Branagh and Weitz have maintained the majesty, whimsy, and wonder of the Cinderella story, while at the same time affording us a new perspective. When Ella transforms into her stunning ball gown, I welled up inside I was so giddy and excited. When Kit takes her in his arms, and leads her gracefully across the hall as they dance, I positively swooned. When they shared their intimate moment in the garden, forget about it! I felt like a 5 year old girl again, excitedly participating in a fairy tale. Only this fairy tale affords our heroine more opportunities, provides a real human being as her love interest, explains the importance of autonomy, and at the same time recognizes the potential pitfalls of fairy tales.
It’s been argued, aptly, that the story of Cinderella is little more than the billboard that advertises what all young girls should strive for as females; to be subservient, domesticated little creatures who are simply biding their time, waiting for a man of wealth and position to make them a wife. This is not that version. Branagh’s taken that imagery and turned it on its head, allowing the virtues Cinderella proliferates to be those of strong character. Ella is a woman of profound kindness, patience, understanding, determination, strength and integrity. Her kindness and patience isn’t in place of her right to basic human rights, as was the case in the 1950 animated version. Instead, she’s demonstrative of a way we should all behave as human beings – ungendered.

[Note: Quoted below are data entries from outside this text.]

@pytest.mark.parametrize(("kind", "code", "text"), BAD_INPUTS, ids=[b[0] for b in BAD_INPUTS])
def test_bad_input_gets_a_message_not_a_traceback(
    tmp_path: Path, run: Run, kind: str, code: int, text: str
) -> None:
    if kind == "unreadable (proc)" and not Path("/proc/self/mem").exists():
        pytest.skip("needs Linux /proc")
    got, out, err = run(bad_input(tmp_path, kind))
    assert got == code, out + err
    assert text in err
    assert "Traceback" not in out + err


@pytest.mark.parametrize(
    "kind",
    [
        "binary garbage",
        "missing file",
        "bad alpha",
        "wrong background",
        "empty file",
        "folder with no tables",
        "bad date flag",
    ],
)
def test_console_script_exit_codes_without_traceback(tmp_path: Path, kind: str) -> None:
    code, text = next((c, t) for k, c, t in BAD_INPUTS if k == kind)
    proc = script(*bad_input(tmp_path, kind))
    assert proc.returncode == code, proc.stderr
    assert text in proc.stderr
    assert "Traceback" not in proc.stderr


def test_unreadable_by_permissions(tmp_path: Path, run: Run) -> None:
    path = write(tmp_path / "locked.csv", good_forecasts())
    path.chmod(0)
    try:
        if os.access(path, os.R_OK):
            pytest.skip("running with rights that read any file (root)")
        code, _, err = run(["check", path])
        assert code == 1
        assert "locked.csv: cannot be read as a table" in err
        assert "Traceback" not in err
    finally:
        path.chmod(0o600)


def test_console_script_check_real_files(tmp_path: Path) -> None:
    lines = good_forecasts()
    lines[2] = lines[2].replace(",30", ",twelve")
    bad = write(tmp_path / "bad.csv", lines)
    good = write(tmp_path / "good.csv", good_forecasts())
    proc = script("check", good)
    assert (proc.returncode, proc.stdout) == (0, "")
    proc = script("check", bad)
    assert proc.returncode == 1
    assert proc.stdout.startswith(f"error: {bad} row 4 (model 'hollowpine'): value 'twelve': ")
    assert "fix:" in proc.stdout
    assert "Traceback" not in proc.stderr


# --------------------------------------------------------------------------------------------
# score


# The columns documented in forebrief.tables.scoring (BY_MODEL_COLUMNS, BY_ITEM_COLUMNS) and
# forebrief.tables.validate (EXCLUDED_COLUMNS), written out here so that a change on either side shows.
MODEL_COLUMNS = [
    "quantity",
    "horizon",
    "model",
    "n_items",
    "calibration",
    "information",
    "combined",
    "weight",
    "wis",
    "dispersion",
    "overprediction",
    "underprediction",
    "relative_wis",
    "within_50",
    "within_90",
    "abs_error",
    "bias",
    "n_cm_items",
    "passes_cutoff",
    "equal_weights",
]
ITEM_COLUMNS = [
    "model",
    "region",
    "quantity",
    "week_ending",
    "horizon",
    "issued",
    "observed",
    "bin",
    "information",
    "wis",
    "dispersion",
    "overprediction",
    "underprediction",
    "in_50",
    "in_90",
    "abs_error",
    "bias",
    "median",
]
EXCLUDED = [
    "kind",
    "file",
    "rows",
    "model",
    "region",
    "quantity",
    "issued",
    "week_ending",
    "reason",
]
BINS = [f"bin_{j}" for j in range(len(CM_LEVELS) + 1)]


def test_documented_columns_match_the_library() -> None:
    assert list(BY_MODEL_COLUMNS) == MODEL_COLUMNS
    assert list(BY_ITEM_COLUMNS) == ITEM_COLUMNS
    assert list(EXCLUDED_COLUMNS) == EXCLUDED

Kit mirrors these virtues in order to solidify those principles, that we should all be good, kind, compassionate, understanding individuals, who stand by our convictions, and fight for what is just and right. Yes, Ella does wind up married to a man of wealth and position, but this is not something shameful. What is inherently shameful in the basic story of Cinderella are the implications that women are to be seen, and not heard. That we do not have the right to choose for ourselves, and that we are incomplete without a man to save us, and trinkets to entertain us. The right to marry is simply that – a basic human right. It is not demonstrative of unfeminist ways, or damaging ideals. It’s perfectly normal to want marriage as a young woman, just as it’s equally normal to not want children, for example. To pick apart that one motif in the fairy tale would be to miss the point entirely, to overlook its true flaws and to push an entirely other set of ideals on young women that are equally as limiting.
Branagh and Weitz have given us a healthier rendition of Cinderella, one I would be proud to show my future daughter. Its subtle changes make a world of difference, allowing one of the many faces of feminism to sneak in, without a stringent agenda. It exists simply because it is a necessary dialogue, one that should become omnipresent in media, and one that we should no longer have to fight for.